Copy the records below verbatim, from the first line through the line containing "νmax (KBr)/cm-1 3350, 1715", inclusive, and output nothing else.

Saved entries
══════
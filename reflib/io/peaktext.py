"""Peak lists typed the way chemists write them in notebooks and papers.

Read into a :class:`~reflib.spectrum.PeakList`::

    3350 (br), 2935 (s), 1715 (vs), 1240 cm-1
    IR (film): 3350 br, 1715 s cm⁻¹
    νmax (KBr)/cm-1 3350, 1715
    3350 (s, br); 3500-3200 (br); 1715.5 very strong

What is understood:

* band positions in cm-1 between 100 and 5000, with or without decimals; a range ``3500-3200``
  is one broad band at the midpoint whose width (FWHM) is the range;
* separators: commas, semicolons, newlines, ``and``; a unit ``cm-1`` (also ``cm^-1``, ``cm⁻¹``,
  ``cm–1``, ``1/cm``) anywhere after a band; Unicode minus and dashes count as hyphens;
* words after a band, bare or in parentheses: strengths ``vs s m w vw`` (or ``very strong``,
  ``strong``, ``medium``, ``weak``, ``very weak``), ``br`` (``b``, ``broad``) and ``sh``
  (``shoulder``);
* a preparation before the first band (``IR (film):``, ``νmax (KBr)/cm-1``, ``ATR:``), turned into
  reflib preparation tokens in ``meta.prep``; the prefix is kept verbatim in
  ``meta.extra['prep_text']`` when it holds words reflib does not know;
* lines starting with ``#`` are comments.

Intensities come from the strength words (:func:`reflib.spectrum.word_intensity`); a band without
one is taken as medium (``m``), and ``meta.extra['intensities']`` says ``'not given'`` (no band
had a word) or ``'partly given'``. A broad band without a range gets a default width: 150 cm-1
above 3000 cm-1 (O-H, N-H stretches), 60 cm-1 below (common practice, no source).
"""

from __future__ import annotations

import re
from dataclasses import dataclass
from pathlib import Path

import numpy as np

from reflib.errors import ReadError
from reflib.spectrum import Metadata, PeakList, word_intensity

#: Band positions accepted, cm-1 (mid-infrared plus the far end instruments still report).
MIN_POSITION, MAX_POSITION = 100.0, 5000.0

#: A typed range wider than this (cm-1) is taken as a mistake, not one band.
MAX_RANGE_WIDTH = 1000.0

#: Default FWHM (cm-1) of a band marked broad without a range: O-H/N-H stretches above
#: 3000 cm-1 are wider than broad bands below. Common practice, no source.
BROAD_WIDTH_HIGH, BROAD_WIDTH_LOW, BROAD_SPLIT = 150.0, 60.0, 3000.0

_STRENGTHS = {
    "vs": "vs",
    "s": "s",
    "m": "m",
    "w": "w",
    "vw": "vw",
    "strong": "s",
    "medium": "m",
    "med": "m",
    "weak": "w",
}
_VERY = {"strong": "vs", "weak": "vw", "broad": "br"}
_BROAD = {"br", "b", "broad"}
_SHOULDER = {"sh", "shoulder"}
_NO_ASSIGNMENTS = "band assignments such as (C=O) or (O-H) are not read: remove them"
_ALLOWED = (
    "vs, s, m, w, vw, br, sh (or very strong, strong, medium, weak, very weak, broad, shoulder)"
)

#: Preparation words (lower case) -> reflib preparation token (see reflib.chem.prep).
PREP_WORDS: dict[str, str] = {
    "film": "film",
    "neat": "neat",
    "kbr": "kbr",
    "nujol": "nujol",
    "mull": "nujol",
    "fluorocarbon": "fluorocarbon",
    "atr": "atr",
    "chcl3": "chcl3",
    "cdcl3": "cdcl3",
    "ccl4": "ccl4",
    "ch2cl2": "ch2cl2",
    "dcm": "ch2cl2",
    "cs2": "cs2",
    "gas": "gas",
    "vapour": "gas",
    "vapor": "gas",
    "nacl": "nacl",
    "caf2": "caf2",
    "baf2": "baf2",
    "znse": "znse",
}
_WINDOW_WORDS = {"plate", "plates", "window", "windows"}
#: Words of a prefix that carry no preparation (labels and fillers).
_FILLER = {
    "ir", "ftir", "ft-ir", "ν", "v", "max", "νmax", "vmax", "ν_max", "v_max", "umax",
    "spectrum", "spectra", "peaks", "bands", "absorptions", "selected", "data",
    "pellet", "disc", "disk", "plate", "plates", "window", "windows", "cell", "cast",
    "solution", "soln", "thin", "liquid", "oil", "diamond", "in", "on", "as", "and", "of",
}  # fmt: skip

# Characters normalised one-for-one, so that positions in errors match the text as given.
_CHAR_MAP = str.maketrans(
    {
        "\u2212": "-",  # minus sign
        "\u2010": "-",
        "\u2011": "-",
        "\u2012": "-",
        "\u2013": "-",  # en dash
        "\u2014": "-",  # em dash
        "\u207b": "-",  # superscript minus
        "\u00b9": "1",  # superscript one
        "\u00a0": " ",
        "\u2009": " ",
        "\u202f": " ",
        "\uff0c": ",",
    }
)

_TOKEN = re.compile(
    r"""
    (?P<ws>[ \t\r\f\v]+)
  | (?P<nl>\n)
  | (?P<unit>(?i:cm\s*\^?\s*(?:\(\s*-\s*1\s*\)|-\s*1)(?!\d)|1\s*/\s*cm\b))
  | (?P<range>(?P<r1>\d+(?:\.\d+)*)\s*-\s*(?P<r2>\d+(?:\.\d+)*))
  | (?P<number>\d+(?:\.\d+)*)
  | (?P<word>[^\W\d_](?:[\w-]*\w)?\.?)
  | (?P<punct>[(),;:/\[\]])
  | (?P<dot>\.)
  | (?P<other>.)
    """,
    re.VERBOSE,
)


@dataclass
class _Tok:
    kind: str
    text: str
    start: int


@dataclass
class _Band:
    position: float
    width: float
    strength: str | None
    broad: bool
    shoulder: bool
    start: int


def _normalise(text: str) -> str:
    """Same-length text with dashes, minus signs and superscripts made plain; comments blanked."""
    out = []
    for line in text.translate(_CHAR_MAP).split("\n"):
        out.append(" " * len(line) if line.lstrip().startswith("#") else line)
    return "\n".join(out)


def _tokens(text: str) -> list[_Tok]:
    toks = []
    for m in _TOKEN.finditer(text):
        kind = "range" if m.group("range") is not None else m.lastgroup
        if kind == "ws":
            continue
        toks.append(_Tok(str(kind), m.group(0), m.start()))
    return toks
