def looks_like_peak_text(text: str) -> bool:
    """Whether ``text`` is a typed peak list rather than delimited columns of a spectrum.

    A spectrum has many rows of two numbers, its y values (absorbance, transmittance) lying
    outside the band-position range 100..5000; a typed list is one or a few lines of band
    positions, often with words. So: ten or more rows of only numbers (two or more each), or
    three or more rows of only numbers holding a value outside 100..5000, mean delimited
    columns; otherwise any text holding a number is taken as a peak list. JCAMP-DX is told
    apart before this is asked.

    >>> looks_like_peak_text("3350, 2935, 1715, 1240 cm-1")
    True
    >>> looks_like_peak_text("\\n".join(f"{4000 - i}.0,0.98" for i in range(20)))
    False
    """
    lines = []
    for raw in text.splitlines():
        line = raw.strip()
        if line and not line.startswith("#"):
            lines.append(line)
        if len(lines) >= SNIFF_LINES:
            break
    if not lines:
        return False
    multi = outside = 0
    for line in lines:
        parts = [p for p in _PURE_SPLIT.split(line.replace('"', " ").replace("'", " ")) if p]
        if not parts or not all(_PURE_NUMBER.fullmatch(p) for p in parts):
            continue
        values = [float(p) for p in parts]
        if len(values) >= 2:
            multi += 1
        if any(not MIN_POSITION <= abs(v) <= MAX_POSITION for v in values):
            outside += 1
    if multi >= 10 or outside >= 3:
        return False
    return bool(_STANDALONE_NUMBER.search("\n".join(lines)))


__all__ = [
    "parse_peak_text",
    "parse_peak_texts",
    "compare_labels",
    "LabelNote",
    "looks_like_peak_text",
    "PREP_WORDS",
]
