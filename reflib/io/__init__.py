"""Reading and writing spectra and peak lists.

:func:`read_spectrum` and :func:`read_all` decide the format from the content, never from the
file name: JCAMP-DX (labelled records starting ``##``), a typed peak list as chemists write it
(``3350 (br), 1715 (s) cm-1``), or delimited columns (CSV, TSV, semicolon, whitespace).
"""

from __future__ import annotations

import hashlib
import os
import re
from pathlib import Path

from reflib.errors import ReadError
from reflib.spectrum import PeakList, Spectrum

#: Files larger than this are refused before they are read (bytes).
MAX_FILE_BYTES = 64 * 1024 * 1024

_JCAMP_LABEL = re.compile(r"^\s*##[^=\n]*=", re.MULTILINE)

Readable = Spectrum | PeakList


def read_bytes(path: str | Path) -> bytes:
    """The bytes of a file, with clear errors for the usual mistakes (one open, one read)."""
    p = Path(path)
    try:
        with open(p, "rb") as fh:
            size = os.fstat(fh.fileno()).st_size
            if size > MAX_FILE_BYTES:
                raise ReadError(
                    f"file is {size / 1e6:.0f} MB; reflib reads spectra up to "
                    f"{MAX_FILE_BYTES // 2**20} MB",
                    path=p,
                )
            return fh.read()
    except FileNotFoundError:
        raise ReadError("no such file", path=p) from None
    except IsADirectoryError:
        raise ReadError("is a folder, not a file", path=p) from None
    except OSError as exc:
        if p.is_dir():
            raise ReadError("is a folder, not a file", path=p) from None
        raise ReadError(f"cannot read: {exc.strerror or exc}", path=p) from None


def _decode(data: bytes, path: Path) -> tuple[str, str]:
    """(text, sha256 hex) of a file's bytes, refusing an empty or binary file."""
    if not data.strip():
        raise ReadError("file is empty", path=path)
    if b"\x00" in data[:4096]:
        raise ReadError(
            "binary file; reflib reads JCAMP-DX, delimited text and peak lists", path=path
        )
    digest = hashlib.sha256(data).hexdigest()
    try:
        text = data.decode("utf-8-sig")
    except UnicodeDecodeError:
        text = data.decode("latin-1")
    return text, digest


#: File name endings of JCAMP-DX. The content decides the reader; these only let an error
#: say that a file so named is not JCAMP-DX.
JCAMP_SUFFIXES = frozenset({".jdx", ".dx", ".jcamp", ".jcm"})


def sniff_format(text: str) -> str:
    """Name the format of ``text``: ``'jcamp'``, ``'peaktext'`` or ``'delimited'``."""
    from reflib.io import peaktext

    if _JCAMP_LABEL.search(text[:20000]):
        return "jcamp"
    if peaktext.looks_like_peak_text(text):
        return "peaktext"
    return "delimited"


def parse_all(text: str, *, source: str | None = None, y_kind: str | None = None) -> list[Readable]:
    """Parse text of any supported format into every infrared block it holds."""
    fmt = sniff_format(text)
    if fmt == "jcamp":
        from reflib.io import jcamp

        return jcamp.parse_jcamp(text, source=source)
    if fmt == "peaktext":
        from reflib.io import peaktext

        return list(peaktext.parse_peak_texts(text, source=source))
    from reflib.io import delimited

    return [delimited.parse_delimited(text, source=source, y_kind=y_kind)]


def _stamp(objs: list[Readable], path: Path, digest: str) -> list[Readable]:
    for obj in objs:
        obj.meta.source_file = path.name
        obj.meta.sha256 = digest
    return objs


def read_all(
    path: str | Path, *, y_kind: str | None = None, data: bytes | None = None
) -> list[Readable]:
    """Every infrared spectrum or peak list in a file (several for a JCAMP-DX LINK file, or a
    characterisation line with two IR segments).

    ``y_kind`` ('absorbance' or 'transmittance') overrides the detection for delimited columns;
    ``data`` is the file's content when it was already read (:func:`read_bytes`: an import
    hashes and parses the same bytes). Raises :class:`~reflib.errors.ReadError` naming the
    file (and line, where known).
    """
    if data is None:
        data = read_bytes(path)
    p = Path(path)
    text, digest = _decode(data, p)
    try:
        objs = parse_all(text, source=str(p), y_kind=y_kind)
    except ReadError as exc:
        if exc.path is None:
            exc.path = str(p)
        if p.suffix.lower() in JCAMP_SUFFIXES and sniff_format(text) != "jcamp":
            exc.message += (  # the content decides the reader; the name only explains
                f" (the name ends in {p.suffix}, but the file holds no JCAMP-DX labels such as "
                "##TITLE=: a truncated file, or another format renamed?)"
            )
            exc.args = (exc.message,)
        raise
    return _stamp(objs, p, digest)


def read_spectrum(
    path: str | Path, *, y_kind: str | None = None, data: bytes | None = None
) -> Readable:
    """The one infrared spectrum or peak list in a file (``data``: its bytes, if already read).

    A file holding several infrared blocks is refused (use :func:`read_all`): reflib does not
    guess which one was meant. Example: ``read_spectrum("crude-42.jdx").range_cm1``.
    """
    objs = read_all(path, y_kind=y_kind, data=data)
    if len(objs) != 1:
        titles = "; ".join(
            o.meta.title or o.meta.extra.get("ir_segment") or "(untitled)" for o in objs
        )
        raise ReadError(
            f"holds {len(objs)} infrared blocks ({titles}); read them with read_all() "
            "or split the file",
            path=path,
        )
    return objs[0]


__all__ = [
    "read_spectrum",
    "read_all",
    "read_bytes",
    "parse_all",
    "sniff_format",
    "MAX_FILE_BYTES",
]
══════
FINISHED EXERCISE -
filename reflib/io/peaktext.py
"""Peak lists typed the way chemists write them in notebooks and papers.

Read into a :class:`~reflib.spectrum.PeakList`::

    3350 (br), 2935 (s), 1715 (vs), 1240 cm-1
    IR (film): 3350 br, 1715 s cm⁻¹
    νmax (KBr)/cm-1 3350, 1715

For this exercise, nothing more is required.